## Problem
Give the number of lines in the data below where the word "undefined" appears, and nothing besides.

## Records to use
/**
 * Form fields that never lose what the user typed: invalid text is kept (in the draft, so it survives a
 * reload) and a message beside the field says what is wrong and how to fix it. Engine issues reach the
 * field whose path they name.
 */
import { createContext, useContext, useId, useState, type ReactNode } from 'react';
import type { FieldIssue } from '../../engine/errors.ts';
import { num, parseNumber } from './format.ts';

/** Raw texts the user typed that are not (yet) valid values, keyed by field path. */
export interface RawInputs {
  raw: Record<string, string>;
  setRaw(path: string, text: string | null): void;
}

export const RawContext = createContext<RawInputs>({ raw: {}, setRaw: () => {} });

/** Engine issues by field path (exact path match). */
export const IssueContext = createContext<Map<string, FieldIssue[]>>(new Map());

/** Groups issues by their field. */
export function issuesByField(issues: FieldIssue[]): Map<string, FieldIssue[]> {
  const m = new Map<string, FieldIssue[]>();
  for (const i of issues) m.set(i.field, [...(m.get(i.field) ?? []), i]);
  return m;
}

function FieldMessages(props: { id: string; local: string | null; issues: FieldIssue[]; extra?: ReactNode }) {
  if (!props.local && props.issues.length === 0 && !props.extra) return null;
  return (
    <div className="field-msg" id={props.id} role="alert">
      {props.local && <div className="msg-error">{props.local}</div>}
      {props.issues.map((i, k) => (
        <div key={k} className={i.severity === 'warning' ? 'msg-warn' : 'msg-error'}>
          {i.message}
        </div>
      ))}
      {props.extra}
    </div>
  );
}

/** Number rules checked on the spot, before the engine sees the value. */
export interface NumberRule {
  min?: number;
  /** Exclusive lower bound. */
  above?: number;
  max?: number;
  integer?: boolean;
}

function ruleMessage(v: number, r: NumberRule): string | null {
  if (r.integer && !Number.isInteger(v)) return 'must be a whole number';
  if (r.above !== undefined && !(v > r.above)) return `must be greater than ${num(r.above)}`;
  if (r.min !== undefined && v < r.min) return `must be at least ${num(r.min)}`;
  if (r.max !== undefined && v > r.max) return `must be at most ${num(r.max)}`;
  return null;
}

/** A number input. `display` turns the stored value into the text shown (e.g. a percentage). */
export function NumberField(props: {
  label: string;
  path: string;
  value: number | undefined;
  onCommit(v: number): void;
  rule?: NumberRule;
  hint?: string;
  /** Stored value → shown value (e.g. ×100 for percent) and back. */
  scale?: number;
  suffix?: string;
  compact?: boolean;
}) {
  const { raw, setRaw } = useContext(RawContext);
  const issues = useContext(IssueContext).get(props.path) ?? [];
  const msgId = useId();
  const inputId = useId();
  const scale = props.scale ?? 1;
  const text =
    raw[props.path] ??
    (props.value === undefined ? '' : String(Number((props.value * scale).toPrecision(12))));
  const parsed = parseNumber(text.replace(/%$/, ''));
  let local: string | null = null;
  if (raw[props.path] !== undefined) {
    if (parsed === null)
      local = `${props.label}: "${text}" is not a number${props.hint ? ` — ${props.hint}` : ''}`;
    else {
      const why = ruleMessage(parsed / scale, props.rule ?? {});
      if (why) local = `${props.label} ${why} (got ${text})`;
    }
  }
  const bad = local !== null || issues.some((i) => i.severity === 'error');
  return (
    <div className={`field ${props.compact ? 'compact' : ''} ${bad ? 'has-error' : ''}`}>
      <label htmlFor={inputId}>{props.label}</label>
      <span className="input-wrap">
        <input
          id={inputId}
          inputMode="decimal"
          value={text}
          aria-invalid={bad}
          aria-describedby={bad ? msgId : undefined}
          data-path={props.path}
          onChange={(e) => {
            const t = e.target.value;
            setRaw(props.path, t);
            const v = parseNumber(t);
            if (v !== null && ruleMessage(v / scale, props.rule ?? {}) === null) props.onCommit(v / scale);
          }}
          onBlur={() => {
            const t = raw[props.path];
            if (t === undefined) return;
            const v = parseNumber(t);
            if (v !== null && ruleMessage(v / scale, props.rule ?? {}) === null) setRaw(props.path, null);
          }}
        />
        {props.suffix && <span className="suffix">{props.suffix}</span>}
      </span>
      <FieldMessages id={msgId} local={local} issues={issues} />
    </div>
  );
}

/** A text input; `check` gives an on-the-spot message (null when fine). */
export function TextField(props: {
  label: string;
  path: string;
  value: string;
  onChange(v: string): void;
  check?: (v: string) => string | null;
  placeholder?: string;
  compact?: boolean;
  wide?: boolean;
  /** Also show the issues of the list items under this path (`path[0]`, `path[1]`...), named by position. */
  itemIssues?: boolean;
}) {
  const byField = useContext(IssueContext);
  const issues = [...(byField.get(props.path) ?? [])];
  if (props.itemIssues)
    for (const [f, list] of byField) {
      const m = f.startsWith(props.path + '[') ? /^\[(\d+)\]/.exec(f.slice(props.path.length)) : null;
      if (!m) continue;
      for (const i of list)
        issues.push({
          ...i,
          message: `item ${Number(m[1]) + 1}: ${i.message.startsWith(f + ' ') ? i.message.slice(f.length + 1) : i.message}`,
        });
    }
  const msgId = useId();
  const inputId = useId();
  const local = props.check ? props.check(props.value) : null;
  const bad = local !== null || issues.some((i) => i.severity === 'error');
  return (
    <div
      className={`field ${props.compact ? 'compact' : ''} ${props.wide ? 'wide' : ''} ${bad ? 'has-error' : ''}`}
    >
      <label htmlFor={inputId}>{props.label}</label>
      <input
        id={inputId}
        value={props.value}
        placeholder={props.placeholder}
        aria-invalid={bad}
        aria-describedby={bad ? msgId : undefined}
        data-path={props.path}
        onChange={(e) => props.onChange(e.target.value)}
      />
      <FieldMessages id={msgId} local={local} issues={issues} />
    </div>
  );
}

export function SelectField<T extends string>(props: {
  label: string;
  path: string;
  value: T;
  options: { value: T; label: string }[];
  onChange(v: T): void;
  compact?: boolean;
}) {
  const issues = useContext(IssueContext).get(props.path) ?? [];
  const id = useId();
  const msgId = useId();
  return (
    <div className={`field ${props.compact ? 'compact' : ''} ${issues.length ? 'has-error' : ''}`}>
      <label htmlFor={id}>{props.label}</label>
      <select
        id={id}
        value={props.value}
        data-path={props.path}
        onChange={(e) => props.onChange(e.target.value as T)}
      >
        {props.options.map((o) => (
          <option key={o.value} value={o.value}>
            {o.label}
          </option>
        ))}
      </select>
      <FieldMessages id={msgId} local={null} issues={issues} />
    </div>
  );
}

export function CheckField(props: {
  label: string;
  path: string;
  value: boolean;
  onChange(v: boolean): void;
}) {
  const id = useId();
  return (
    <div className="field check">
      <input
        id={id}
        type="checkbox"
        checked={props.value}
        data-path={props.path}
        onChange={(e) => props.onChange(e.target.checked)}
      />
      <label htmlFor={id}>{props.label}</label>
    </div>
  );
}

/** Where an expression error sits in the text: [start, end) character range with its message. */
export interface ExpressionMark {
  start: number;
  end: number;
  message: string;
}

/**
 * A payoff expression input. Errors from the engine's check are shown in place: the offending characters are
 * underlined in a copy of the text under the input, with the message beside it.
 */
export function ExpressionField(props: {
  label: string;
  path: string;
  value: string;
  onChange(v: string): void;
  marks: ExpressionMark[];
  placeholder?: string;
  checking?: boolean;
}) {
  const issues = (useContext(IssueContext).get(props.path) ?? []).filter(
    (i) => !props.marks.some((m) => i.message.includes(m.message)),
  );
  const id = useId();
  const msgId = useId();
  const [focused, setFocused] = useState(false);
  const bad = props.marks.length > 0 || issues.some((i) => i.severity === 'error');
  const segments: ReactNode[] = [];
  if (props.marks.length > 0) {
    const sorted = [...props.marks].sort((a, b) => a.start - b.start);
    let at = 0;
    sorted.forEach((m, k) => {
      const s = Math.max(at, Math.min(m.start, props.value.length));
      const e = Math.max(s, Math.min(m.end, props.value.length));
      if (s > at) segments.push(<span key={`t${k}`}>{props.value.slice(at, s)}</span>);
      segments.push(
        <mark key={`m${k}`} title={m.message}>
          {e > s ? props.value.slice(s, e) : '\u2002'}
        </mark>,
      );
      at = e;
    });
    if (at < props.value.length) segments.push(<span key="rest">{props.value.slice(at)}</span>);
  }
  return (
    <div className={`field expr ${bad ? 'has-error' : ''} ${focused ? 'focused' : ''}`}>
      <label htmlFor={id}>{props.label}</label>
      <input
        id={id}
        className="mono"
        spellCheck={false}
        autoComplete="off"
        value={props.value}
        placeholder={props.placeholder}
        aria-invalid={bad}
        aria-describedby={bad ? msgId : undefined}
        data-path={props.path}
        onFocus={() => setFocused(true)}
        onBlur={() => setFocused(false)}
        onChange={(e) => props.onChange(e.target.value)}
      />
      {props.marks.length > 0 && (
        <div className="expr-echo mono" aria-hidden="true">
          {segments}
        </div>
      )}
      {(props.marks.length > 0 || issues.length > 0) && (
        <div className="field-msg" id={msgId} role="alert">
          {props.marks.map((m, k) => (
            <div key={k} className="msg-error">
              {/^character \d+/.test(m.message) ? '' : `at character ${m.start + 1}: `}
              {m.message}
            </div>
          ))}
          {issues.map((i, k) => (
            <div key={`i${k}`} className={i.severity === 'warning' ? 'msg-warn' : 'msg-error'}>
              {i.message}
            </div>
          ))}
        </div>
      )}
    </div>
  );
}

## Task answer
10